_TASK OBJECTIVE_
Whenever a line below includes the word "writes", copy that line.

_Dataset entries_

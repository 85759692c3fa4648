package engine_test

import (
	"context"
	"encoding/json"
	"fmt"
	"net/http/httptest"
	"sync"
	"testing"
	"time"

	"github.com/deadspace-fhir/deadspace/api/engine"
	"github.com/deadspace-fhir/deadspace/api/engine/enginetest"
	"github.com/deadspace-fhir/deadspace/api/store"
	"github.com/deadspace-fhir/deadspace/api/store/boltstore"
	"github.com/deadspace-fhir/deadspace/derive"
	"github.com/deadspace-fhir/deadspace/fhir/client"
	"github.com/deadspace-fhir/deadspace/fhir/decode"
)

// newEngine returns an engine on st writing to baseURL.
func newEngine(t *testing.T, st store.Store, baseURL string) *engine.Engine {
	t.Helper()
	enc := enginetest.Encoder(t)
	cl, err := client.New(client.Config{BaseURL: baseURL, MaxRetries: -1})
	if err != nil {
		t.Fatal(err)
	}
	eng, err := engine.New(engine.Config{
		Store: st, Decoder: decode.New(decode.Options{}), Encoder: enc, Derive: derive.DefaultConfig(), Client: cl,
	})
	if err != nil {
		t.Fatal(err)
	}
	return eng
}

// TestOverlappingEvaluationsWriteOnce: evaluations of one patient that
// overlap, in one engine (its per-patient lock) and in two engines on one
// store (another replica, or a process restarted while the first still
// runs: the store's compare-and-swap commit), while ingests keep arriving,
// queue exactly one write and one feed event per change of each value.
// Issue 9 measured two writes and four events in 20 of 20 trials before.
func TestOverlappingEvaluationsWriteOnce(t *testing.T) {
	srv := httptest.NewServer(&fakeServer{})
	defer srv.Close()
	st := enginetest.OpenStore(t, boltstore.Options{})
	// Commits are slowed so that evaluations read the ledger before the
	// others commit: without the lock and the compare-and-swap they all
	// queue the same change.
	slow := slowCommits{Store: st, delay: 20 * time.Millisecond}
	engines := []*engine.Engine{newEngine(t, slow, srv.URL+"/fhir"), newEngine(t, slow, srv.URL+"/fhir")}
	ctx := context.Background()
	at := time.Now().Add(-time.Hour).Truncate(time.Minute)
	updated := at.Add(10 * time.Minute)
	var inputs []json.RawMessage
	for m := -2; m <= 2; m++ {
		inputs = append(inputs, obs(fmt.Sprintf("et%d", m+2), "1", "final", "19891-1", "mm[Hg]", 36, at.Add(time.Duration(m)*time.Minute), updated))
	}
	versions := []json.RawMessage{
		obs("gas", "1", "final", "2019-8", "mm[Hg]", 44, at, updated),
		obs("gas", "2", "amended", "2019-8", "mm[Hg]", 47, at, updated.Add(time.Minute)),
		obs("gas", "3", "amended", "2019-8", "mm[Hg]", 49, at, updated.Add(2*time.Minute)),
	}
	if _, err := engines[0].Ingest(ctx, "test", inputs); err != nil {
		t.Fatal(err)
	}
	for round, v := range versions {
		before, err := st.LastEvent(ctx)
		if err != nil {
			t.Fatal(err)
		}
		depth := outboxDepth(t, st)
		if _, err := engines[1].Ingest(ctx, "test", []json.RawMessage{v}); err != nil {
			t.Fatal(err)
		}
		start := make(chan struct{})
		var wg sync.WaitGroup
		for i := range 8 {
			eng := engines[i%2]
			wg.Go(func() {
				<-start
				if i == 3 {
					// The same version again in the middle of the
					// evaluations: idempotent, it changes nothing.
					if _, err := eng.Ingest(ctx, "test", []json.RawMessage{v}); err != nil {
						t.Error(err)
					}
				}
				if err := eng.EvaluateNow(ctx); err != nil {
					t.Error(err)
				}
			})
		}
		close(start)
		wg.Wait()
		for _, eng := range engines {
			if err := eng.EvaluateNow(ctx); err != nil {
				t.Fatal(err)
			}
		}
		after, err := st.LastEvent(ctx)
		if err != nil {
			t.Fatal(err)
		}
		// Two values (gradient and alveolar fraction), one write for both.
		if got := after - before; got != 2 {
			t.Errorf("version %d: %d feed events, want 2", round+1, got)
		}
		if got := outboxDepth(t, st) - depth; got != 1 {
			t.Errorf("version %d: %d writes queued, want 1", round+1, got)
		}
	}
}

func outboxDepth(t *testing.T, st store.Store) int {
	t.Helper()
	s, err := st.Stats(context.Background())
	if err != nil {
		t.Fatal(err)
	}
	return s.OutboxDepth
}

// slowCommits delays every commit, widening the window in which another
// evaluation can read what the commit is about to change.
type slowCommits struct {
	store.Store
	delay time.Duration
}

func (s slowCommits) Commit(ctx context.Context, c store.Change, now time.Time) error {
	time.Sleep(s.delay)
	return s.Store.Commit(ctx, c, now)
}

--

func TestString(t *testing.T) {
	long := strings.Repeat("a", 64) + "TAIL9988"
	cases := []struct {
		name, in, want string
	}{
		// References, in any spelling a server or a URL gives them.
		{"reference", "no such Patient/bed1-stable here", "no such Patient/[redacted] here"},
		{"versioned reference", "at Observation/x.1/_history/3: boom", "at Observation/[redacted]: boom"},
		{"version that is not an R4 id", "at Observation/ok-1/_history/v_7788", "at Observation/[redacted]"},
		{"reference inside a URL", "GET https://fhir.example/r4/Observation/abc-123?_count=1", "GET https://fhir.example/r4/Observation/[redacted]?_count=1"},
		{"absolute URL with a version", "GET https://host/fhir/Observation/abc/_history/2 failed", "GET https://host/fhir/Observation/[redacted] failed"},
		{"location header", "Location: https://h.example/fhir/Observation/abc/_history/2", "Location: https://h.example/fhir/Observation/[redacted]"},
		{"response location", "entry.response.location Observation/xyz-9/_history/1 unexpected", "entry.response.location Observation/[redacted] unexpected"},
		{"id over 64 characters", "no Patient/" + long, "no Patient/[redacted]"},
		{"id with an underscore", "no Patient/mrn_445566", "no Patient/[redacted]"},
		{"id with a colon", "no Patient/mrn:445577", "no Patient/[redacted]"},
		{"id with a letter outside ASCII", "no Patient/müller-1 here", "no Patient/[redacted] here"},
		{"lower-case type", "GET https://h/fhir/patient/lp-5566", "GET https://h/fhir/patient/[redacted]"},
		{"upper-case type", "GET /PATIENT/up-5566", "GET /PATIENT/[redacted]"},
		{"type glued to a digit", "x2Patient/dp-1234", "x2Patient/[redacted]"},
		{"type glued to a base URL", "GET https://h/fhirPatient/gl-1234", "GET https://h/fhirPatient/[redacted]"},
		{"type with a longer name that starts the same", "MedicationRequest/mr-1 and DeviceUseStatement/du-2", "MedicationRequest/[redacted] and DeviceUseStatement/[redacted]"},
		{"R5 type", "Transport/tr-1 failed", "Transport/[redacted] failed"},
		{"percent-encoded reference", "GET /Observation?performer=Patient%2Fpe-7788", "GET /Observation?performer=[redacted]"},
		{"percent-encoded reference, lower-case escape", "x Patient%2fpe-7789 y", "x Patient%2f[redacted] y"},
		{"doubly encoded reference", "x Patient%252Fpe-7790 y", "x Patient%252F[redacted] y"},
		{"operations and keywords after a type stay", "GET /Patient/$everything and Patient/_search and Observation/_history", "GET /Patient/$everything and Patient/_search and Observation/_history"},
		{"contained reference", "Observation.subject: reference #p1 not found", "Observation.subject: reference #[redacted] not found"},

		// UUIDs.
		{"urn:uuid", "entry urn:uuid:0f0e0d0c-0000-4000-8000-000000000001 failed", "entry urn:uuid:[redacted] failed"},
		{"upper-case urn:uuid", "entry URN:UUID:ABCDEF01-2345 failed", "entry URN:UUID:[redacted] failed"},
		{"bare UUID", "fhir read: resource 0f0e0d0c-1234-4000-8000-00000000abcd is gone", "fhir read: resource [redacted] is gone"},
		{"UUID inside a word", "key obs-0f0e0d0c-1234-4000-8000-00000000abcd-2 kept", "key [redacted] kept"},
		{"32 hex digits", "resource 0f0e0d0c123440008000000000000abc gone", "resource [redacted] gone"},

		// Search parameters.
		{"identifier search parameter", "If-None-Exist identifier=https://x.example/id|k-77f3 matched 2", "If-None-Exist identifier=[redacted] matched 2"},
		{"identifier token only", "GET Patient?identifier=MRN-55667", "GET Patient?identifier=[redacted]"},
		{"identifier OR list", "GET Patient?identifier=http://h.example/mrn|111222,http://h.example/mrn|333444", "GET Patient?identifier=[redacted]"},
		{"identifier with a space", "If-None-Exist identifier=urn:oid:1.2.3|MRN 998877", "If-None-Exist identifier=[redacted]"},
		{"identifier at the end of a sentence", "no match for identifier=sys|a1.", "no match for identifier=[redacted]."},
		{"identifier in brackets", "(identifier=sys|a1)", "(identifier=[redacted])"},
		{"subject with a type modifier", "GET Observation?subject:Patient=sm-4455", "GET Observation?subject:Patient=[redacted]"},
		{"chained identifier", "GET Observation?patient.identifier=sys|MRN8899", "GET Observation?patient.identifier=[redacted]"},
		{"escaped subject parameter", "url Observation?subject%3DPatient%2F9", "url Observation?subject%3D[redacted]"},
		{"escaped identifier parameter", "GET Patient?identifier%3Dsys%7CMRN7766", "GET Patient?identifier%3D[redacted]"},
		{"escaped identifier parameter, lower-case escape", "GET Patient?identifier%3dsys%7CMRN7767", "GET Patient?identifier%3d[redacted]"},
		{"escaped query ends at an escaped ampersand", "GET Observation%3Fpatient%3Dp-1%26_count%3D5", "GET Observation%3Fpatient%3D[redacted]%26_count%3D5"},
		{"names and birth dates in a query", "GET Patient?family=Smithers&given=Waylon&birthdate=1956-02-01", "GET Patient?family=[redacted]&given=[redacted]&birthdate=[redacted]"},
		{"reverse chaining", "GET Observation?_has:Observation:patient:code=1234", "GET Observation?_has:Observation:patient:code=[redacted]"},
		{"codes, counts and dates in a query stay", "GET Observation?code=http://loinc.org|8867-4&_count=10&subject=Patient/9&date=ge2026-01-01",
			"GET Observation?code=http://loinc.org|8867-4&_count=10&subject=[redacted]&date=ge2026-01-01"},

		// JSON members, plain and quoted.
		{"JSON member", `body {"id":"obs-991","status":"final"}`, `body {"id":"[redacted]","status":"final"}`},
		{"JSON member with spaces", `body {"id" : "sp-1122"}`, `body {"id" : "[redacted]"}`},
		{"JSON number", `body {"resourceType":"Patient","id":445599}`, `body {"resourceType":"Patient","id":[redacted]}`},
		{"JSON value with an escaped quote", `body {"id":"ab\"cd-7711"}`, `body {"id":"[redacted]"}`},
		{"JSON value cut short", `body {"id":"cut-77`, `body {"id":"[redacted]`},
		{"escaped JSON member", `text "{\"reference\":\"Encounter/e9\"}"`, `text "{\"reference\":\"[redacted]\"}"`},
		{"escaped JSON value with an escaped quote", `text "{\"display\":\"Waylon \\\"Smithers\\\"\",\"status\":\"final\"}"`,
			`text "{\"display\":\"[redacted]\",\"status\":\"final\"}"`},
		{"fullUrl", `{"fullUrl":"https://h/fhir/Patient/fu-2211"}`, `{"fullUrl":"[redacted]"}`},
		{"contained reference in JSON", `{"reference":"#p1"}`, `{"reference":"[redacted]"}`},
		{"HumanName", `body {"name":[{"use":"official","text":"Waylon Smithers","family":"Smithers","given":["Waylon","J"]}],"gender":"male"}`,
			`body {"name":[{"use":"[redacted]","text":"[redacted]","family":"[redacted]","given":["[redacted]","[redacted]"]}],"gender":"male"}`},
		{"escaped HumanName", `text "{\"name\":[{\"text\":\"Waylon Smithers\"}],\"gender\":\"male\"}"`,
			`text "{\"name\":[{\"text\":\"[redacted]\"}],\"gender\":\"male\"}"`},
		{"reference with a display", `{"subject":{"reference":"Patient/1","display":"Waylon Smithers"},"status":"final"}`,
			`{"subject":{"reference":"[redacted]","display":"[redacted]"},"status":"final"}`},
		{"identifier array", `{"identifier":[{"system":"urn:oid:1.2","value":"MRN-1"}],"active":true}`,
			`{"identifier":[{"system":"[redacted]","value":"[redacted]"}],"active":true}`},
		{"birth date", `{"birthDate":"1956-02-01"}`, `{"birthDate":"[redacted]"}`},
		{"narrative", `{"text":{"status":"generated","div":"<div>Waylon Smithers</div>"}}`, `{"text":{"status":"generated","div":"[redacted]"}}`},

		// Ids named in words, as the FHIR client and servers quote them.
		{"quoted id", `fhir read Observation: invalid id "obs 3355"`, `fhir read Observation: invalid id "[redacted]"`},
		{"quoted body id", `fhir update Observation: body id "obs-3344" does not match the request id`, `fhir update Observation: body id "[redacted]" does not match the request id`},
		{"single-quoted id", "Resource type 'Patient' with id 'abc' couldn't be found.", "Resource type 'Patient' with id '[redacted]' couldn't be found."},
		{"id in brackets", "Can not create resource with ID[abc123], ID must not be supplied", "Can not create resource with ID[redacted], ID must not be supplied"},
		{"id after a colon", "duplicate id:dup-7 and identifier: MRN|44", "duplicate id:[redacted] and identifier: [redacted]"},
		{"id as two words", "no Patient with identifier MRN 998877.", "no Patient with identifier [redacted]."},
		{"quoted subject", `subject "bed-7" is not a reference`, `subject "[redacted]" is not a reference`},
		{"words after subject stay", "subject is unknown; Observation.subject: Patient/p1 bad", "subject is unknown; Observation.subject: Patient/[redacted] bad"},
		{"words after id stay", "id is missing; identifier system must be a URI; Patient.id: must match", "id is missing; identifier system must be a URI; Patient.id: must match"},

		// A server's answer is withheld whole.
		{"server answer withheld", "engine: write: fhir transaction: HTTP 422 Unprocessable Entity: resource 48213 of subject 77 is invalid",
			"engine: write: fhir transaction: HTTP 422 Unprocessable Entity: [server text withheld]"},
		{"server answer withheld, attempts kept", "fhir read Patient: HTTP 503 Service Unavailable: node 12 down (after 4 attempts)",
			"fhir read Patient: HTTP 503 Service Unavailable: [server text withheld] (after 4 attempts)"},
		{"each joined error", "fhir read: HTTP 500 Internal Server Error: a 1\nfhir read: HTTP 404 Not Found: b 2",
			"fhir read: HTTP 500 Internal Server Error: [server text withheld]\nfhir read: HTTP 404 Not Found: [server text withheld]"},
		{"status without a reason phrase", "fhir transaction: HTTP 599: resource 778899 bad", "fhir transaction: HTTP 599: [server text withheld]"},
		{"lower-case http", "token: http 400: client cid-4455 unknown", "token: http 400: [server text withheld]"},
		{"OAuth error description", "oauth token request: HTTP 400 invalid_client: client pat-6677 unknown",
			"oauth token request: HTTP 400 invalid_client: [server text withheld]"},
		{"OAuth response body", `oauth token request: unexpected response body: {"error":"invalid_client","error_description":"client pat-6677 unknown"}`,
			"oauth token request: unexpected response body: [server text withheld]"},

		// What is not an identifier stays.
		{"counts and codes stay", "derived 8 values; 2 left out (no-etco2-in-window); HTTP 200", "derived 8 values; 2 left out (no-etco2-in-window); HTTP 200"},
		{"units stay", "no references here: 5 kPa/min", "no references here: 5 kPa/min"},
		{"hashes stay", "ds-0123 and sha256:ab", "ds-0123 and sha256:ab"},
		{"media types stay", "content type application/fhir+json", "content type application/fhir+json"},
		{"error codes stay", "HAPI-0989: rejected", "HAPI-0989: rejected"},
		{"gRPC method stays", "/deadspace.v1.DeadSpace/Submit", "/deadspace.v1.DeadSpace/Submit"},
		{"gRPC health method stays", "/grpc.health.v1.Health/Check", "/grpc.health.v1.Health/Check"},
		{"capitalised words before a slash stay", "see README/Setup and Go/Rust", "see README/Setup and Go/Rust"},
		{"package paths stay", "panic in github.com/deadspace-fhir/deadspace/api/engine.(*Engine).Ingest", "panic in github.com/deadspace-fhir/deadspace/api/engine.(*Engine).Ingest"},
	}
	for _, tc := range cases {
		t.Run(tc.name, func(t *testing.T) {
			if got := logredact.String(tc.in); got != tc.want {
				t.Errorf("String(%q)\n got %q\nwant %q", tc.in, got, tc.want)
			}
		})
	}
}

...

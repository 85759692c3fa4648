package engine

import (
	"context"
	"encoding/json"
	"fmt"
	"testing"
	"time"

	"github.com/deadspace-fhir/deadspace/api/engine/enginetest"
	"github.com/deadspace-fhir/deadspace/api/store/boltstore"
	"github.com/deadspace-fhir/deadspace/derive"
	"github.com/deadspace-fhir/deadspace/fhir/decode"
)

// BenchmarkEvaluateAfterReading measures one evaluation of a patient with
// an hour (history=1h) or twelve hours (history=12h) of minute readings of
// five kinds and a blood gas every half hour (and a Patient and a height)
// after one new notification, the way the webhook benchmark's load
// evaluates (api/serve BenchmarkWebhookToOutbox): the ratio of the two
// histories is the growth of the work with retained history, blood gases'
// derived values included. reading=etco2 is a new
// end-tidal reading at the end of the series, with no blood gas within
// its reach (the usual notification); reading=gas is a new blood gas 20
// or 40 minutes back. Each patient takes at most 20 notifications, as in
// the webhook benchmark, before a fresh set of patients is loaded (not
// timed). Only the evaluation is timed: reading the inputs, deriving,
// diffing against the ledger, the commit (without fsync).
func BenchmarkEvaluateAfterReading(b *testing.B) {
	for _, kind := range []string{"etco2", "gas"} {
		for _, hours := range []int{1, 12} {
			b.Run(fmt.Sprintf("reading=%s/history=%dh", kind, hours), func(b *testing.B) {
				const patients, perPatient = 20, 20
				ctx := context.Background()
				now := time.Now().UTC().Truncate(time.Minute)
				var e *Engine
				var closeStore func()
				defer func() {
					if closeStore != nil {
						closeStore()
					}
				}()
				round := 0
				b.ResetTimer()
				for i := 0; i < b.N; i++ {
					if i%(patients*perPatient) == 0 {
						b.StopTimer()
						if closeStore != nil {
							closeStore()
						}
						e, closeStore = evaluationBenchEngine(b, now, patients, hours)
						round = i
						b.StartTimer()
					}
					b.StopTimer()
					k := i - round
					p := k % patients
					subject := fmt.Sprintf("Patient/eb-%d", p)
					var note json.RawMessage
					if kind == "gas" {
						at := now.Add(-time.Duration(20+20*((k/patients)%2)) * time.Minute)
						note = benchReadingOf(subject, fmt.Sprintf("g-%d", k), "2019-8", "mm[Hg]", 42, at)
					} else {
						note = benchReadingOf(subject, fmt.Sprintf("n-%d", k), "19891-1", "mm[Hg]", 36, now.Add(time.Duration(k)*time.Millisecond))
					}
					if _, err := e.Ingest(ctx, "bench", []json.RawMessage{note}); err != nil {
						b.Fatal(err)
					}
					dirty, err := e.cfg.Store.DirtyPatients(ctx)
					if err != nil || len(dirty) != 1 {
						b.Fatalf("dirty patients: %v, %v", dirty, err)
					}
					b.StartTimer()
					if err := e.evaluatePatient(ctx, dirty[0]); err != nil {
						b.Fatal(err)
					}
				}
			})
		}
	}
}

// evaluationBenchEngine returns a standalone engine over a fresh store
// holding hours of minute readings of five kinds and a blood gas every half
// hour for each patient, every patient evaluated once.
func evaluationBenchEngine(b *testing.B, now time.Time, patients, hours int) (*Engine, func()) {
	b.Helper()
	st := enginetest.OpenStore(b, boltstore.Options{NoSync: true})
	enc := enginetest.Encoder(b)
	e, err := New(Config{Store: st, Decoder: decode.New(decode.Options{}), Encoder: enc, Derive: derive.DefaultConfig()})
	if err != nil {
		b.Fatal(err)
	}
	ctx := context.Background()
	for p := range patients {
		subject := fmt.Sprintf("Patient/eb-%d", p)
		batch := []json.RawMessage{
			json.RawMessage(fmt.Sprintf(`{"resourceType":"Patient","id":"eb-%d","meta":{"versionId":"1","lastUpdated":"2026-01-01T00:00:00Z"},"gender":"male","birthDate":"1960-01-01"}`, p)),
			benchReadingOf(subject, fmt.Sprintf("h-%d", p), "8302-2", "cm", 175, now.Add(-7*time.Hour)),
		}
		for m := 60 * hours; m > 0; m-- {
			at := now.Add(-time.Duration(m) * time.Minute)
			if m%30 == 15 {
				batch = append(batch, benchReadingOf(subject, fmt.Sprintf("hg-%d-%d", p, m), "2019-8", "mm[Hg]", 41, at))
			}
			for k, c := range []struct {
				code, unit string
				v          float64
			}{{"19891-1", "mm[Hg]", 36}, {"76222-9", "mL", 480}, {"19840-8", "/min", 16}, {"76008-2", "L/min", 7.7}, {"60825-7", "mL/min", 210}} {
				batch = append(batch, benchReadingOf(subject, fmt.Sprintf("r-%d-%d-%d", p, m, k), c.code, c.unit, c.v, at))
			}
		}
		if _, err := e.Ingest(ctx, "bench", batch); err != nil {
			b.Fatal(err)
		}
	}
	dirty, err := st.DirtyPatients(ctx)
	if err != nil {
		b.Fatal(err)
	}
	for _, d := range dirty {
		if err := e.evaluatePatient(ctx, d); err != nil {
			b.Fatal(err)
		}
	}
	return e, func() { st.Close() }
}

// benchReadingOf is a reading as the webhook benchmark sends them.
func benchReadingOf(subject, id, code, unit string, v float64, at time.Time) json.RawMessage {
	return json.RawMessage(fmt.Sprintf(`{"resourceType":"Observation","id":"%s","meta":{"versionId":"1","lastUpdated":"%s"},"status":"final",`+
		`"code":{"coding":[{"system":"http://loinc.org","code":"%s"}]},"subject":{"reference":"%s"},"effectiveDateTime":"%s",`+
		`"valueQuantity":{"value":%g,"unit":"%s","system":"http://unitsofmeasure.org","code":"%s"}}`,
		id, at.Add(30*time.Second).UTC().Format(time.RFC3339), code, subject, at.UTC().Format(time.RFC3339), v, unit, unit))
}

_RESULT OF THE TASK_
// Issue 9 measured two writes and four events in 20 of 20 trials before.
			t.Errorf("version %d: %d writes queued, want 1", round+1, got)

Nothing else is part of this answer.